BEGIN

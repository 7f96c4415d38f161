// SPDX-License-Identifier: Apache-2.0
/// @file
/// Fault currents from the Thevenin matrix of a node: one formula for every fault.
#pragma once

#include <vector>

#include "solver/impedance.h"
#include "solver/sources.h"
#include "solver/topology.h"

namespace sunder::solver {

/// The current of one fault at one place.
struct FaultCurrent {
  bool possible = false;   ///< the conductors are there
  bool known = true;       ///< the source's data suffices
  std::string needs;       ///< what is missing if not known
  double amps = 0;         ///< governing conductor current [A]
  double peak = kNone;     ///< [A], maximum only
  double x_over_r = 0;     ///< of the loop
  double ohms = 0;         ///< |Z| of the loop that `volts` drives [ohm]
  Complex loop;            ///< that loop [ohm]
  double volts = 0;        ///< [V]
  double source_ohms = 0;  ///< |Z| of the source's part of the loop [ohm]
  const char* phases = "";

  [[nodiscard]] bool usable() const noexcept { return possible && known; }
};

/// X/R of an impedance; infinite without resistance.
[[nodiscard]] double x_over_r(Complex z) noexcept;

/// Peak factor: kappa = 1.02 + 0.98 e^(-3R/X), 1.02 .. 2.
/// Source: IEC 60909-0; within 0.53 % of the exact first peak for R/X 0.005 to 1.2.
[[nodiscard]] double peak_factor(double x_over_r) noexcept;

/// Loop currents j = (F' Z F)^-1 F' e; conductor currents F j; greatest line current in the maximum,
/// least in the minimum, over the equivalent choices of lines.
///
/// @param net   path impedances from the source's terminals to the place [ohm]
/// @param have  conductors at the place
/// An open angle of the source is taken at the end that gives the greater current (maximum; the peak
/// factor at the inductive end), or where the current is least (minimum).
[[nodiscard]] FaultCurrent fault_current(const models::Network& network, const models::Source& source,
                                         const ConductorMatrix& net, models::ConductorSet have, Condition condition,
                                         Fault fault);

/// Path impedances to every place of one state and condition.
struct Walk {
  std::vector<ConductorMatrix> boards;  ///< of each board, from its source's terminals [ohm]
};

/// From each source outward: Z_child = Z_parent + z of the run between them.
[[nodiscard]] Walk walk(const models::Network& network, const StateTree& tree, Condition condition);

/// Where along a circuit a fault is taken.
struct CircuitEnd {
  double fraction = 1;  ///< of the length; ring: of the loop
  int spur = -1;        ///< spur whose end it is
};

/// Impedances from the board to a place on the circuit [ohm]. A ring fed from both ends presents
/// x(1-x) of the whole loop.
[[nodiscard]] ConductorMatrix circuit_matrix(const models::Network& network, const models::Circuit& circuit,
                                             CircuitEnd end, Condition condition) noexcept;

/// The far end; of a ring its worst place, spur ends included: the greatest line-earth loop (without
/// protective conductor: line-neutral).
[[nodiscard]] CircuitEnd worst_end(const models::Network& network, const models::Circuit& circuit) noexcept;

/// End of a spur.
[[nodiscard]] CircuitEnd spur_end(const models::Circuit& circuit, int spur) noexcept;

}  // namespace sunder::solver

END

Both the line containing "at one place." and the line containing "the place [ohm]" belong in the answer. Print them and every line above that falls between them exactly, and no others.

/// The current of one fault at one place.
struct FaultCurrent {
  bool possible = false;   ///< the conductors are there
  bool known = true;       ///< the source's data suffices
  std::string needs;       ///< what is missing if not known
  double amps = 0;         ///< governing conductor current [A]
  double peak = kNone;     ///< [A], maximum only
  double x_over_r = 0;     ///< of the loop
  double ohms = 0;         ///< |Z| of the loop that `volts` drives [ohm]
  Complex loop;            ///< that loop [ohm]
  double volts = 0;        ///< [V]
  double source_ohms = 0;  ///< |Z| of the source's part of the loop [ohm]
  const char* phases = "";

  [[nodiscard]] bool usable() const noexcept { return possible && known; }
};

/// X/R of an impedance; infinite without resistance.
[[nodiscard]] double x_over_r(Complex z) noexcept;

/// Peak factor: kappa = 1.02 + 0.98 e^(-3R/X), 1.02 .. 2.
/// Source: IEC 60909-0; within 0.53 % of the exact first peak for R/X 0.005 to 1.2.
[[nodiscard]] double peak_factor(double x_over_r) noexcept;

/// Loop currents j = (F' Z F)^-1 F' e; conductor currents F j; greatest line current in the maximum,
/// least in the minimum, over the equivalent choices of lines.
///
/// @param net   path impedances from the source's terminals to the place [ohm]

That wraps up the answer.